Instructions to follow
Output only the lines below that start at the line containing "the guard). */" and end at the line containing "for (int t = 0; t < pb->n_weeks; t++)", with both ends kept.

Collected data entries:
*****

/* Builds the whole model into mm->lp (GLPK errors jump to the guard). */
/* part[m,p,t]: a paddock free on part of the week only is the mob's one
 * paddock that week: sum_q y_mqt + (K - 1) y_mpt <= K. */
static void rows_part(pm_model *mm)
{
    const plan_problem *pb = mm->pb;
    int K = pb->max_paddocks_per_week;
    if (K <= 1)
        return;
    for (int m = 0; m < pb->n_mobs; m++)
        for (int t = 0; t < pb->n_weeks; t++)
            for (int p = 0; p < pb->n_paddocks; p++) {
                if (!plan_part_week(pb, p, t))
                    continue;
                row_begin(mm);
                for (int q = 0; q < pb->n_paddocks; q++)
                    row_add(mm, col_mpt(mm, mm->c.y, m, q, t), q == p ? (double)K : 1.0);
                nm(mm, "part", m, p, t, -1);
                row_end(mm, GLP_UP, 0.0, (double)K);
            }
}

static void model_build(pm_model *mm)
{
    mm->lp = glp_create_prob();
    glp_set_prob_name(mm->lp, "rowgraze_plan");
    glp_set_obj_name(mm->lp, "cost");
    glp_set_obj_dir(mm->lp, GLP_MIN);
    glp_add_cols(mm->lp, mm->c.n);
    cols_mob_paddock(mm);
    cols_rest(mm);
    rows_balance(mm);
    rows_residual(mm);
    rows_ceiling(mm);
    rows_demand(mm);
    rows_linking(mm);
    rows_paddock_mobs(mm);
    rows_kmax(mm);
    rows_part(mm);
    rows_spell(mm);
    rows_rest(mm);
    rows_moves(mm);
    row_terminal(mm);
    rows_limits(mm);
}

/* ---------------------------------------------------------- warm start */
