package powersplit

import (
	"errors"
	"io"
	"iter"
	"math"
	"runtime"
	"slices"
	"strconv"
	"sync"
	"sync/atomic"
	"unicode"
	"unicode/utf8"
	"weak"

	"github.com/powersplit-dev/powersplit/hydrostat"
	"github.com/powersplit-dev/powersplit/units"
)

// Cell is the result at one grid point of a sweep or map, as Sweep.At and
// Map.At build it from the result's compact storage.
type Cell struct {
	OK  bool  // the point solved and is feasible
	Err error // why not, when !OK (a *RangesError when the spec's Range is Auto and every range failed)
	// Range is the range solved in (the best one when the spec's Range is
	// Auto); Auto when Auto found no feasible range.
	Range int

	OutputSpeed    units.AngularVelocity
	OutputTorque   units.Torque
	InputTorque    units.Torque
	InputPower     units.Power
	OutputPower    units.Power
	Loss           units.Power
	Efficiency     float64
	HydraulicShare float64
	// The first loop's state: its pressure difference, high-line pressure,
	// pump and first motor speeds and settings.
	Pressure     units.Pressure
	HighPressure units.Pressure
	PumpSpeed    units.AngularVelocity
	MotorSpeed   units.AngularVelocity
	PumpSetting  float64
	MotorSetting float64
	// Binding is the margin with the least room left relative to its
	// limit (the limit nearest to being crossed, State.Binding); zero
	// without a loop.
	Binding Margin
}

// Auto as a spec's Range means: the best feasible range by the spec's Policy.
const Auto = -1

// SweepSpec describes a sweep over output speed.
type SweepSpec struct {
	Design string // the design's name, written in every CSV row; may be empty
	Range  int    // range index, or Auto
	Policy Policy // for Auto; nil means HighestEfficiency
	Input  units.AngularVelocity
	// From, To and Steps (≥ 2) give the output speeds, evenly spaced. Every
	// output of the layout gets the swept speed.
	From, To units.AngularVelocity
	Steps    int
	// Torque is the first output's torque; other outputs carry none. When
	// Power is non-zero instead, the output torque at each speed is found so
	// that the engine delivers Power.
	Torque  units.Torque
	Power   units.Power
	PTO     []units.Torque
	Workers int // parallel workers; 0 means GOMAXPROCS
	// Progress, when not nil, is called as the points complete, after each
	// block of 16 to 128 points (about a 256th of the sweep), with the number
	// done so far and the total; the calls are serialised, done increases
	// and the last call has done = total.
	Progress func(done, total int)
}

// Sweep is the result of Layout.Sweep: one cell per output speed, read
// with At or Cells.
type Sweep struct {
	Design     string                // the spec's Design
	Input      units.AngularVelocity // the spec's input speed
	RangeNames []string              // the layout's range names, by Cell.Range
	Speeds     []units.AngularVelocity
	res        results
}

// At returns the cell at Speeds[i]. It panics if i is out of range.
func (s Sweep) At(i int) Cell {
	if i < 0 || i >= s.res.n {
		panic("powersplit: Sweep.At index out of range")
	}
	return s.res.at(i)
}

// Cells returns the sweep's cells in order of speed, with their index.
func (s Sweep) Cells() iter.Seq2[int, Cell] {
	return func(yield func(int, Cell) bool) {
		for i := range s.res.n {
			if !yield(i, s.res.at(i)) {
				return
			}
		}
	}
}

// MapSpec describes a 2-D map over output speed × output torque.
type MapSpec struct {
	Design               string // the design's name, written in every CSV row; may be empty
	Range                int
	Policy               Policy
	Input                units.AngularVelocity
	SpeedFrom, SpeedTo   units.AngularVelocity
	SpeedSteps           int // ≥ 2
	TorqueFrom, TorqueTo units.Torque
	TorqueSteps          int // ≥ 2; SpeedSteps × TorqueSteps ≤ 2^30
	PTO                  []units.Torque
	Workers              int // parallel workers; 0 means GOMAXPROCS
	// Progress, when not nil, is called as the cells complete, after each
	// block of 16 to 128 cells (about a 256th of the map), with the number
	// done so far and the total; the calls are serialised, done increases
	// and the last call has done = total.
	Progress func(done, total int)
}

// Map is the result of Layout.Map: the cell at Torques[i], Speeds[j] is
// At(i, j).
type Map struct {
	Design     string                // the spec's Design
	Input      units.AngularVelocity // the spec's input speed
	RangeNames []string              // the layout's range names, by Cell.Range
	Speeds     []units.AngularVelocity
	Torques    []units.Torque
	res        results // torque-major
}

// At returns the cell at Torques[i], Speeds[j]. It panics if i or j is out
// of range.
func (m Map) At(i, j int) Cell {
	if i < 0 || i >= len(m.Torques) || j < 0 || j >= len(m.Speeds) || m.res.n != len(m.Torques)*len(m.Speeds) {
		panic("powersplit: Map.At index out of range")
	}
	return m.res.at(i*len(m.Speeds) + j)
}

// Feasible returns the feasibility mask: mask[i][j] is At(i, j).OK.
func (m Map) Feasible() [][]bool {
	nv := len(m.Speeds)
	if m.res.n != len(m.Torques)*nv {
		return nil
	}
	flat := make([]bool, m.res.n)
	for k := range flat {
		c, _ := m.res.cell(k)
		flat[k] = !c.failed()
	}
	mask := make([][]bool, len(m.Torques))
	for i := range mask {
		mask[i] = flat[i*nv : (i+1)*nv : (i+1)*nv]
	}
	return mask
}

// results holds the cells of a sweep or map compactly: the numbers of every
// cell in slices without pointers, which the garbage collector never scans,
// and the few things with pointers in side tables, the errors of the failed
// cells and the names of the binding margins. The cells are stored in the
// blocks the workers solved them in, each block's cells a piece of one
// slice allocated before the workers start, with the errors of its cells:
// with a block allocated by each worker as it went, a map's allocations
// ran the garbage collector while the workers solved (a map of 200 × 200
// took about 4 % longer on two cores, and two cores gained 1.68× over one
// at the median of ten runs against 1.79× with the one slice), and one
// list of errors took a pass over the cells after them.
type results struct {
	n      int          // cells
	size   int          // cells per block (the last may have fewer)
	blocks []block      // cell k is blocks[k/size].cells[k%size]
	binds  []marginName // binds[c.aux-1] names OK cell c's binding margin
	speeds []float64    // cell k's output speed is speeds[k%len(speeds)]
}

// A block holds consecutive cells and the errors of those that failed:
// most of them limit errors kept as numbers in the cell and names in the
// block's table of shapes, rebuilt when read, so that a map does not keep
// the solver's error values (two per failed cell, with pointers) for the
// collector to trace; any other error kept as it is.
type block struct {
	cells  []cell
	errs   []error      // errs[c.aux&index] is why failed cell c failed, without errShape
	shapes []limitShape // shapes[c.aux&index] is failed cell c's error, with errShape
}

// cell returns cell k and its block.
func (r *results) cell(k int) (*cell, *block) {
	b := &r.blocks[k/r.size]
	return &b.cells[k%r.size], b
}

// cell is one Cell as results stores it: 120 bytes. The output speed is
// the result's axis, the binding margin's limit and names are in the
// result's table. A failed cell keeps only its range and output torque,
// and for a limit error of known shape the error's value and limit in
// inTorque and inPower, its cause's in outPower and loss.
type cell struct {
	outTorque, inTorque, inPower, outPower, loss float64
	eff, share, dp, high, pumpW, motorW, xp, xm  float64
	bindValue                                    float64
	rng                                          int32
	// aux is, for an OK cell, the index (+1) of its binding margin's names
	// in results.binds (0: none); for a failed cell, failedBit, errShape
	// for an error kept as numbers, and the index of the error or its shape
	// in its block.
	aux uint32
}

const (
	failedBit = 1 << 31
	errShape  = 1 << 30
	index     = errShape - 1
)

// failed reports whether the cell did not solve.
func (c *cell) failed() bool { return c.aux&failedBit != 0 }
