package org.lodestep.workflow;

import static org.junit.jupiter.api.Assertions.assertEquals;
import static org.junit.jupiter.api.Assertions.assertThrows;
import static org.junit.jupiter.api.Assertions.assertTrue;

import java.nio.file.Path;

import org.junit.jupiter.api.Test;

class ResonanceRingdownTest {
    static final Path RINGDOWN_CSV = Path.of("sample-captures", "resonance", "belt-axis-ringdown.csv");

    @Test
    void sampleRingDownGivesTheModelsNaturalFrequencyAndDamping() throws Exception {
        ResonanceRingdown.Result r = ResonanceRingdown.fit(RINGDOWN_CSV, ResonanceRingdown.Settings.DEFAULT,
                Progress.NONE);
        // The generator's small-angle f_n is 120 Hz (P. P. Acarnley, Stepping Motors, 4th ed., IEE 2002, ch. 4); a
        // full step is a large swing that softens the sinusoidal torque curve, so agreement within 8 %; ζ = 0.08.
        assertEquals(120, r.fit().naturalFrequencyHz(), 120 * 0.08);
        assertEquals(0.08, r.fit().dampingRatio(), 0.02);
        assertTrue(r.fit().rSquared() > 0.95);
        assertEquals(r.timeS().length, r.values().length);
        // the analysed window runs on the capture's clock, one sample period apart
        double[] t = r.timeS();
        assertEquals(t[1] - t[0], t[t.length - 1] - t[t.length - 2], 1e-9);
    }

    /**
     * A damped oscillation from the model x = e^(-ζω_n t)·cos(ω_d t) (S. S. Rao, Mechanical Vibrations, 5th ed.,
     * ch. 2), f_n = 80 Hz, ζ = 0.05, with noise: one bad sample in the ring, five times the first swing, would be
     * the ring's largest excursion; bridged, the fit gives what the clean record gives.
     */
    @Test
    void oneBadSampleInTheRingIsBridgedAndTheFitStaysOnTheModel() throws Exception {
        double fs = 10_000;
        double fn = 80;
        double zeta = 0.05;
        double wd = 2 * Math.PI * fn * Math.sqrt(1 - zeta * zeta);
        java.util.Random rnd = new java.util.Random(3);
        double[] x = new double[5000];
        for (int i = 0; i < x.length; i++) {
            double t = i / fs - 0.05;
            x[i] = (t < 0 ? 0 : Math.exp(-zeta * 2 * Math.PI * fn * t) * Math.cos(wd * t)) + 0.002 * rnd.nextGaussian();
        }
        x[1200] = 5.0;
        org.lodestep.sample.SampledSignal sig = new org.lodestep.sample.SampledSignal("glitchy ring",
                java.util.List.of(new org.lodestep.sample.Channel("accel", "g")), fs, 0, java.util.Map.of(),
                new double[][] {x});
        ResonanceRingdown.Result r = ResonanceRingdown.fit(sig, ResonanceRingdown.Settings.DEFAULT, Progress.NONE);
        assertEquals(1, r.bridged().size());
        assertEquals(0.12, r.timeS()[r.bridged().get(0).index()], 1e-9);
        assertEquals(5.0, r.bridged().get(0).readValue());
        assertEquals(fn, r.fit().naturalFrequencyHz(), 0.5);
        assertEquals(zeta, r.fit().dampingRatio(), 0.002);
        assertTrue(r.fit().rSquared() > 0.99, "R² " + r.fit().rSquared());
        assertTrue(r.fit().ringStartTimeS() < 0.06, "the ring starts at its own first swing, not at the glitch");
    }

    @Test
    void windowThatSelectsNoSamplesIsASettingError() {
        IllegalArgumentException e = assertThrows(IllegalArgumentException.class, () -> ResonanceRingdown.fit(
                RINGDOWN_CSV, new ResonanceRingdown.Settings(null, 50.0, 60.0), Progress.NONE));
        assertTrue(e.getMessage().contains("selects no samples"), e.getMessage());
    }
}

*****

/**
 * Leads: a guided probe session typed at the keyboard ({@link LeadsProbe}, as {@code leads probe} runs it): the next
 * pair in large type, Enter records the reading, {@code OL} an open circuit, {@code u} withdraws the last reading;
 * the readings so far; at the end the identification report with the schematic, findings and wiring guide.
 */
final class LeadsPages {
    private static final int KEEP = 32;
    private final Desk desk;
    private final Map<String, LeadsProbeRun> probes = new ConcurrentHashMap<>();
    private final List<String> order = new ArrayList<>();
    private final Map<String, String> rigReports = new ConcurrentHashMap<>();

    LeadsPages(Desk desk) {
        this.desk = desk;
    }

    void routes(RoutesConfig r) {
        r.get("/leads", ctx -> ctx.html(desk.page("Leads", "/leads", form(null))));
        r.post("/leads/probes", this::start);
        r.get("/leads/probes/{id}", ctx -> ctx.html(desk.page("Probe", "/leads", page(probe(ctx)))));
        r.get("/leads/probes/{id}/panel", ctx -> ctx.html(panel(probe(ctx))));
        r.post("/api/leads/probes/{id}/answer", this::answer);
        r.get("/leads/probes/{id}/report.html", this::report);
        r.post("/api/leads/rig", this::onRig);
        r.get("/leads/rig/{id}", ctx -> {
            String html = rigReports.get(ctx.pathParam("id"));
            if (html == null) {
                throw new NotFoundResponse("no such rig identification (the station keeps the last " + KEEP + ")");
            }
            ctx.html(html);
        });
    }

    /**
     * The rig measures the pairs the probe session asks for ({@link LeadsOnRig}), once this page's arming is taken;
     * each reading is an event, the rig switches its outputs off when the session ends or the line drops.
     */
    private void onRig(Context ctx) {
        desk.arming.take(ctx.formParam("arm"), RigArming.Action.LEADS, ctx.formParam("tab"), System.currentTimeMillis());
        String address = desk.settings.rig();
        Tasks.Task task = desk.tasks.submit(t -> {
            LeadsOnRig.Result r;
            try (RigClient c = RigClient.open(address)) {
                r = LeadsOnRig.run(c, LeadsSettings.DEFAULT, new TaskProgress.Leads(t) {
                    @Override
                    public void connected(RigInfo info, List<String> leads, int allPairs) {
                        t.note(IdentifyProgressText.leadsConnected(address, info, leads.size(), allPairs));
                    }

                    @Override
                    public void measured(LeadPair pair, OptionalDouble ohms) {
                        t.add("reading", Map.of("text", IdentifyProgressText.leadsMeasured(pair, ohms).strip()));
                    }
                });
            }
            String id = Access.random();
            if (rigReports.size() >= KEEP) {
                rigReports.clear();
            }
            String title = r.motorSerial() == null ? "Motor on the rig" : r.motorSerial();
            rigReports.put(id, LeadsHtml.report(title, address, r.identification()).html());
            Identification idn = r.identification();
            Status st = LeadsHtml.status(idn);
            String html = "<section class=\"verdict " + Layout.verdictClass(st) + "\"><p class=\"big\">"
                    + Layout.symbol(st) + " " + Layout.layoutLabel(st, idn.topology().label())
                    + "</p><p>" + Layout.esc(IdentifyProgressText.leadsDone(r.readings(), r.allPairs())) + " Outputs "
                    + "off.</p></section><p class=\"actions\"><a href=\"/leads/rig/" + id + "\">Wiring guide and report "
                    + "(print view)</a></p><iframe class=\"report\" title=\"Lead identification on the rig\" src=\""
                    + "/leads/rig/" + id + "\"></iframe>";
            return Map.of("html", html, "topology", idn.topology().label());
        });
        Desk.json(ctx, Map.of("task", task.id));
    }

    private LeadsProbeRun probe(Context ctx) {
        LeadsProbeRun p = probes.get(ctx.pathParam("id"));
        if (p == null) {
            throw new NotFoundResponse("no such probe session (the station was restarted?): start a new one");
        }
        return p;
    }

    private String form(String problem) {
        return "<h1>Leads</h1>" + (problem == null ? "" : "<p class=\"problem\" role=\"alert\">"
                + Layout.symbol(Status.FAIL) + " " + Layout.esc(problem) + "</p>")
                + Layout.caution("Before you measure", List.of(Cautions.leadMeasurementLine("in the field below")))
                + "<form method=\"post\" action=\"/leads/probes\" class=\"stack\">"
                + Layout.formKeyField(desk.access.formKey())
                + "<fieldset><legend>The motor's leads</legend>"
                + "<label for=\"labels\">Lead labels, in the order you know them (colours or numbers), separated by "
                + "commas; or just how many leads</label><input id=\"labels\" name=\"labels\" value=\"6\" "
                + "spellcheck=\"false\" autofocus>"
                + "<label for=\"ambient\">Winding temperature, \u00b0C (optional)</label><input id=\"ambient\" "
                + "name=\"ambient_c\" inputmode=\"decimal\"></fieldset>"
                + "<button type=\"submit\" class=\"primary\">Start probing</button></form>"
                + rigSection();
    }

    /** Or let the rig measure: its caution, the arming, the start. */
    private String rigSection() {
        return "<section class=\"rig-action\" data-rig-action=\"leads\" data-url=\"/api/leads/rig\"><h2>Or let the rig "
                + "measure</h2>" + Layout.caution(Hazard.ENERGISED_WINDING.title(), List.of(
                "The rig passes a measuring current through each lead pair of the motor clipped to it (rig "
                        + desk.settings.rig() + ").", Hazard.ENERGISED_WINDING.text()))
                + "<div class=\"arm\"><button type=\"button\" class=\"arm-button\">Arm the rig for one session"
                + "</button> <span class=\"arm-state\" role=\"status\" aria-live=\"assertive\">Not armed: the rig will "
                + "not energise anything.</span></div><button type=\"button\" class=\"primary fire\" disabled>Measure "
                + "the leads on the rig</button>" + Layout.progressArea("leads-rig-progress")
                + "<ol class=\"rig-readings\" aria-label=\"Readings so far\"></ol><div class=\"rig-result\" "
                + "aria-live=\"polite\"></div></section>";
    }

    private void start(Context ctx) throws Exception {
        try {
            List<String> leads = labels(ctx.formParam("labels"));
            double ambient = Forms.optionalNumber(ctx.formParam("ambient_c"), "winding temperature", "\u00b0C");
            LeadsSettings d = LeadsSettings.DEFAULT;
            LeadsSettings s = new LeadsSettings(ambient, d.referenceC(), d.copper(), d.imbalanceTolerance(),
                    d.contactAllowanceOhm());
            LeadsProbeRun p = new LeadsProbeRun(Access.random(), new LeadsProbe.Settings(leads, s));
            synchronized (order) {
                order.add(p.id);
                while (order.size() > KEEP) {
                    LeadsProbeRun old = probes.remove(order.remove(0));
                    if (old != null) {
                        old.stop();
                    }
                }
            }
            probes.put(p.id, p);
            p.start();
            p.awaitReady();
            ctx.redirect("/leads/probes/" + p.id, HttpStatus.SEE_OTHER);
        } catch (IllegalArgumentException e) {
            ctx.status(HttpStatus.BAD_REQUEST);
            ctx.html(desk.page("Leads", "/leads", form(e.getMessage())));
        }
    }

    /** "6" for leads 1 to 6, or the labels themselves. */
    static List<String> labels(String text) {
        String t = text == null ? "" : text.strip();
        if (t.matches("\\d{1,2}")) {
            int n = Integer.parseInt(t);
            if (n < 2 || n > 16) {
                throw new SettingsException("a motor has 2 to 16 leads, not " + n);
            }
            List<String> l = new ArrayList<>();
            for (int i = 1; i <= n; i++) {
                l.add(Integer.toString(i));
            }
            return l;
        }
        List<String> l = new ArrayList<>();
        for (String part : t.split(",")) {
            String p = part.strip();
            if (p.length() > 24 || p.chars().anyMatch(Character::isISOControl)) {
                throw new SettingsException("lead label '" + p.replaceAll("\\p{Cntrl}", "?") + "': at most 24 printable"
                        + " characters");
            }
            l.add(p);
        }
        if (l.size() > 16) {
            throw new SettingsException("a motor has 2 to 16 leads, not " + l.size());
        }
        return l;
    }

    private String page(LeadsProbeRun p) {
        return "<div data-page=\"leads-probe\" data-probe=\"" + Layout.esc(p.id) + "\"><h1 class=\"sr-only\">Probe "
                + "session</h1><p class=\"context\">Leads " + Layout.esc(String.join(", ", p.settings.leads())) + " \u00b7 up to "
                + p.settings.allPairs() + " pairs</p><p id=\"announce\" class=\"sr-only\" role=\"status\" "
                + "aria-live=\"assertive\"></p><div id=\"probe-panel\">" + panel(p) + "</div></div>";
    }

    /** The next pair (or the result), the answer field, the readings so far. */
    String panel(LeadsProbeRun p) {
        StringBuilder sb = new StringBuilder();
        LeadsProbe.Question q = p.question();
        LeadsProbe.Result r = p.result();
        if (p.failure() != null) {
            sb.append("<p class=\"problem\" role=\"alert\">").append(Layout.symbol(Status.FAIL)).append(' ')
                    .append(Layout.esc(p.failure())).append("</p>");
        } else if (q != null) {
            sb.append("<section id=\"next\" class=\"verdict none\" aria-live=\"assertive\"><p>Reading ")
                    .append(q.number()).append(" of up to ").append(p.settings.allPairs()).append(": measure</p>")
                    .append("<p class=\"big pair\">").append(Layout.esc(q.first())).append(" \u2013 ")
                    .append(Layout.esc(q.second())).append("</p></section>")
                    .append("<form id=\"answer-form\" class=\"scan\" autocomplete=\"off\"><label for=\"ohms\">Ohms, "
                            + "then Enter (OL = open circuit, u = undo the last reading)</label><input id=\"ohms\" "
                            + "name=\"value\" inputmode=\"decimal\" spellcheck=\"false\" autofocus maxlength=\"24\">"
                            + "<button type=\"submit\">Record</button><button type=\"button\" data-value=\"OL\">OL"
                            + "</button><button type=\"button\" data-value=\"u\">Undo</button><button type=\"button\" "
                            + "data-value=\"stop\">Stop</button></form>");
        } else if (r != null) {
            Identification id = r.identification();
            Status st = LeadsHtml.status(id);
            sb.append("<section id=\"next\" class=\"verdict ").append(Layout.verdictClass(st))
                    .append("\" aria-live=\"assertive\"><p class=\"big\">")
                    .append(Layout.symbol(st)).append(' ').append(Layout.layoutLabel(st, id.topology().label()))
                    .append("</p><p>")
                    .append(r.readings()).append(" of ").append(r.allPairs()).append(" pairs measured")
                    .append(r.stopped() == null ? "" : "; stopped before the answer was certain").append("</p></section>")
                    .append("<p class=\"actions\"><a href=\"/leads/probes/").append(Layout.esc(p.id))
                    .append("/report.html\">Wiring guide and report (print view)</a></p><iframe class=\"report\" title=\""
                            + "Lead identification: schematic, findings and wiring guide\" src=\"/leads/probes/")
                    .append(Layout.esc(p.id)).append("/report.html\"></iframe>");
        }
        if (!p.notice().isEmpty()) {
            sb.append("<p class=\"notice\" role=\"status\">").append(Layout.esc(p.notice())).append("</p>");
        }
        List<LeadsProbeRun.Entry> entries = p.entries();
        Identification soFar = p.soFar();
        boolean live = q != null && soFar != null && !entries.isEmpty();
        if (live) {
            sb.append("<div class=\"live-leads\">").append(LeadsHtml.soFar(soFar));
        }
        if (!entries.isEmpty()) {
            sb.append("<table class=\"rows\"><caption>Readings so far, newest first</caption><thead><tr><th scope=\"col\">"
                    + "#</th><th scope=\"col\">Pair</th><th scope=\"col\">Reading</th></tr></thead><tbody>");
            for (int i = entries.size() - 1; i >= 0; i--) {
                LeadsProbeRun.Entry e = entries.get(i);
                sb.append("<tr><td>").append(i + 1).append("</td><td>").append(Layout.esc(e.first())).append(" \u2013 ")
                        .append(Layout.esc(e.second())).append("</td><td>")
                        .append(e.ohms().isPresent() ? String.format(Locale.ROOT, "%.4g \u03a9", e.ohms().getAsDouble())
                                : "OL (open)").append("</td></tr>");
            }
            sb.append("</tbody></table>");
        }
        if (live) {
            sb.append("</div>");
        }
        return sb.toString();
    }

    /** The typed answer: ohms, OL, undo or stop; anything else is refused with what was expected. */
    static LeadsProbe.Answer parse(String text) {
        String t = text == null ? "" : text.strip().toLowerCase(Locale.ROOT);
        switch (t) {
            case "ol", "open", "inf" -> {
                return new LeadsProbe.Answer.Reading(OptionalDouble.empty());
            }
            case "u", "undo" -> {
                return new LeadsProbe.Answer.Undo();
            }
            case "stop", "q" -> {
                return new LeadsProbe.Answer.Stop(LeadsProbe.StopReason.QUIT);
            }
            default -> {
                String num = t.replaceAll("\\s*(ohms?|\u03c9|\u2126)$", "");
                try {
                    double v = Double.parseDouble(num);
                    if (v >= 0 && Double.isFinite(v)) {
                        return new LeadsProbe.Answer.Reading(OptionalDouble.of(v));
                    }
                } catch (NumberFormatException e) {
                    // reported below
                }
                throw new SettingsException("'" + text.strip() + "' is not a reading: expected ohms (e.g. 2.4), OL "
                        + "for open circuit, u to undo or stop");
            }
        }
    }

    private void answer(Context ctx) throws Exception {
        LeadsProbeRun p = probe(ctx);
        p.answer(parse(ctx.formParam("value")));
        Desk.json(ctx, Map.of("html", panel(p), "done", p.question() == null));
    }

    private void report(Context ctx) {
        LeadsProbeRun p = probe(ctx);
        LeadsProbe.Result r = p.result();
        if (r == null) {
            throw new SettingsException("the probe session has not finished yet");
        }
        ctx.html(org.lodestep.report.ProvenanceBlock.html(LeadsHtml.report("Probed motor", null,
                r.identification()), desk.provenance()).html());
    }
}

*****

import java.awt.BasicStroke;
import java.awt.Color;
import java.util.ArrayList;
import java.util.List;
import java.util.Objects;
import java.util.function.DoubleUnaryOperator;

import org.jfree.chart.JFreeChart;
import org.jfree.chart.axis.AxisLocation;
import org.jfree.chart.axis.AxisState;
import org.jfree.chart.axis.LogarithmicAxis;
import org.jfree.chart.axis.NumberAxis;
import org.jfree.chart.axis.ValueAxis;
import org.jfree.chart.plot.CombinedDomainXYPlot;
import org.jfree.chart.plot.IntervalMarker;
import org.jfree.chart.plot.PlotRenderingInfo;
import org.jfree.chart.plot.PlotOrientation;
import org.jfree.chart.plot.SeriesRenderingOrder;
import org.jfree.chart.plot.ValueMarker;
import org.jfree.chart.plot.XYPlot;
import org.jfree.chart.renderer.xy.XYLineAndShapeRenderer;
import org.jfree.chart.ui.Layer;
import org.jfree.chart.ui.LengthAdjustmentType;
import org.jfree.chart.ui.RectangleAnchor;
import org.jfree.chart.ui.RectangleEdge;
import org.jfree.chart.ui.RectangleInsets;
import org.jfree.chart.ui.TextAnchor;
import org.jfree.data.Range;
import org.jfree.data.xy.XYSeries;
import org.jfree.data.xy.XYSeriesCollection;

*****

Solution to the problem
/* Builds the whole model into mm->lp (GLPK errors jump to the guard). */
/* part[m,p,t]: a paddock free on part of the week only is the mob's one
 * paddock that week: sum_q y_mqt + (K - 1) y_mpt <= K. */
static void rows_part(pm_model *mm)
{
    const plan_problem *pb = mm->pb;
    int K = pb->max_paddocks_per_week;
    if (K <= 1)
        return;
    for (int m = 0; m < pb->n_mobs; m++)
        for (int t = 0; t < pb->n_weeks; t++)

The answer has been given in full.